Making its Manhattan debut in 2013, the revolutionary LED streetlight for New York City is being officially implemented throughout the metropolitan area. Conceived as a one-to-one replacement for the ubiquitous 250-watt high-pressure sodium Cobra Head, introduced over fifty years ago, the highly-anticipated LED streetlight is now the new standard in the Department of Transportation’s street-lighting catalogue.
The design is a result of a New York City-sponsored international competition, the winning entry of which was submitted by the only finalist to propose an LED solution. At the outset of the competition, high-performance LEDs were an emerging technology, and the breakthrough design was ahead of its time in predicting that LEDs could perform in this demanding application. In contrast to the bulky luminaire heads associated with traditional lamps, the streetlight takes on a slim, elongated profile enabled by the tiny size of its light sources, which do not require a hefty enclosure.
The elegance of the design belies its technical complexity, ranging from the pole itself to the high-performance light engines. At the surface, a silver mica finish lends the streetlight a slight sheen, while a 1” taper over its 30’ height increases structural stability. Each luminaire houses a series of LED ‘modules,’ which contain an LED light engine, optical lensing, and a heat sink. The idea for the innovative modular design builds future flexibility into the system. As LED technology continues to improve at a rapid rate, the modules can be replaced with more efficient types without changing the entire luminaire. The streetlight will thus keep pace with the evolution of technology while the overall appearance remains the same.

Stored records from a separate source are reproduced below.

// Reports, expects, ratings and the safety screen on the exact trajectory (see evaluation.hpp).
#include "cli/evaluation.hpp"

#include <algorithm>
#include <cmath>
#include <limits>
#include <memory>

#include "parser/units.hpp"
#include "solver/modes.hpp"
#include "solver/transient.hpp"

namespace ringdown::cli {

namespace {

// The safety screen looks at samples first and computes the exact peak (between samples) of
// the voltages whose sampled peak comes within this fraction of a limit: a voltage whose
// samples stay below half the band cannot reach the band between samples unless the output
// step misses the ringing, which the engine warns about (common practice, no source).
constexpr double kScreenMargin = 0.5;
// More screened voltages than this: the screen keeps the sources, the recorded signals and the
// capacitor voltages, and says so (each voltage costs a pass over the samples).
constexpr std::size_t kScreenLimit = 2000;
// Bleed-down: horizons tried in turn after the supply is removed, s, and samples per run.
constexpr double kBleedHorizons[] = {1.0, 100.0, 3600.0};
constexpr double kBleedSamples = 2000;
// An open source in the bleed-down network: the same resistance as an open switch's default
// (NETLIST.md, switch open=1G).
constexpr double kOpenOhms = 1e9;

Signal part_quantity_signal(const Circuit& c, int part, Quantity q) {
  const Part& p = c.parts[static_cast<std::size_t>(part)];
  Signal s;
  s.expr.op = SignalExpr::Op::PartQuantity;
  s.expr.index = part;
  s.expr.quantity = q;
  switch (q) {
    case Quantity::Voltage: s.name = p.name + ".v"; s.unit = Dimension::volt(); break;
    case Quantity::Current: s.name = p.name + ".i"; s.unit = Dimension::ampere(); break;
    case Quantity::Power: s.name = p.name + ".p"; s.unit = Dimension::watt(); break;
    case Quantity::CapacitanceVoltage: s.name = p.name + ".vc"; s.unit = Dimension::volt(); break;
    case Quantity::InductanceCurrent: s.name = p.name + ".il"; s.unit = Dimension::ampere(); break;
  }
  s.where = p.where;
  return s;
}

Signal node_signal(const Circuit& c, int node) {
  Signal s;
  s.expr.op = SignalExpr::Op::NodeVoltage;
  s.expr.index = node;
  s.name = c.nodes[static_cast<std::size_t>(node)].name;
  s.unit = Dimension::volt();
  s.where = c.nodes[static_cast<std::size_t>(node)].where;
  return s;
}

Compared to standard streetlights with a single point source, the LED streetlight’s distribution of light is more even, produces better contrast ratios, renders colors with greater accuracy, and minimizes glare. All of these aspects contribute to better safety and security along city streets and sidewalks.

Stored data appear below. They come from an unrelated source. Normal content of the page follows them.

/**
 * The branch of det(A)^(1/2) at one numeric point. Definition: the product of
 * principal roots of the eigenvalues (all in the closed right half plane when
 * Re A >= 0), i.e. the continuation from real positive A. The L D L^T pivots
 * give the same branch without eigenvalues; both are computed and compared.
 */
import { carg, cmul, csqrt, ldl, luSolveDet, pivots as pivotsOf, type C, type CMat } from '../numeric/cmatrix.js';
import { eigenvalues } from '../numeric/eigen.js';
import { LARGE_N } from './convergenceAt.js';

export interface BranchAt {
  eigenvalues: C[];
  pivots: C[] | null;
  /** The continuous square root of det A. */
  sqrtDet: C;
  det: C;
  /** +1 when the principal sqrt(det A) equals sqrtDet, -1 when it is its negative. */
  principalSign: 1 | -1;
  argumentSum: number;
  /** Whether the pivot route gave the same root as the eigenvalues (null without pivots). */
  pivotsAgree: boolean | null;
}

function prodSqrt(zs: readonly C[]): C {
  return zs.reduce<C>((p, z) => cmul(p, csqrt(z)), { re: 1, im: 0 });
}

function close(a: C, b: C, tol = 1e-8): boolean {
  return Math.hypot(a.re - b.re, a.im - b.im) <= tol * Math.max(Math.hypot(a.re, a.im), Math.hypot(b.re, b.im), 1e-300);
}

/**
 * `realPartPositive`: Re A > 0 is already established. With many variables the
 * eigenvalues are then skipped: every pivot lies in the right half plane (DESIGN §2
 * item 4), so the product of their principal roots is the continuous branch by itself.
 */
export function branchAt(a: CMat, realPartPositive = false): BranchAt {
  const fact = ldl(a);
  const piv = fact ? pivotsOf(fact) : null;
  const fromPiv = piv ? prodSqrt(piv) : null;
  const pivotsOnly = realPartPositive && a.n > LARGE_N && piv !== null;
  const ev = pivotsOnly ? [] : eigenvalues(a);
  const sqrtDet = pivotsOnly ? fromPiv! : prodSqrt(ev);
  const det = piv ? piv.reduce<C>((p, z) => cmul(p, z), { re: 1, im: 0 }) : (luSolveDet(a, Array.from({ length: a.n }, () => ({ re: 0, im: 0 })))?.det ?? { re: 0, im: 0 });
  const principal = csqrt(det);
  return {
    eigenvalues: ev,
    pivots: piv,
    sqrtDet,
    det,
    principalSign: principal.re * sqrtDet.re + principal.im * sqrtDet.im >= 0 ? 1 : -1,
    argumentSum: (pivotsOnly ? piv! : ev).reduce((s, z) => s + carg(z), 0),
    pivotsAgree: pivotsOnly || !fromPiv ? null : close(fromPiv, sqrtDet),
  };
}

/** Only the pivot route: for sampling many points quickly once the two routes have been shown to agree. */
export function sqrtDetByPivots(a: CMat): C | null {
  const f = ldl(a);
  return f ? prodSqrt(pivotsOf(f)) : null;
}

The first prototypes streetlights were installed on Warren Street, near City Hall in downtown Manhattan. In the fall of 2013, Mayor Michael Bloomberg and Transportation Commissioner Janette Sadik-Khan celebrated with an announcement that all 250,000 standard street light fixtures in New York City will be replaced with the new LED version by 2017. The Administration’s comprehensive, long-term sustainability program – PlaNYC – aims to reduce greenhouse gas emissions from City government operations 30 percent by 2017, and the LED replacements will contribute significantly to achieving that goal.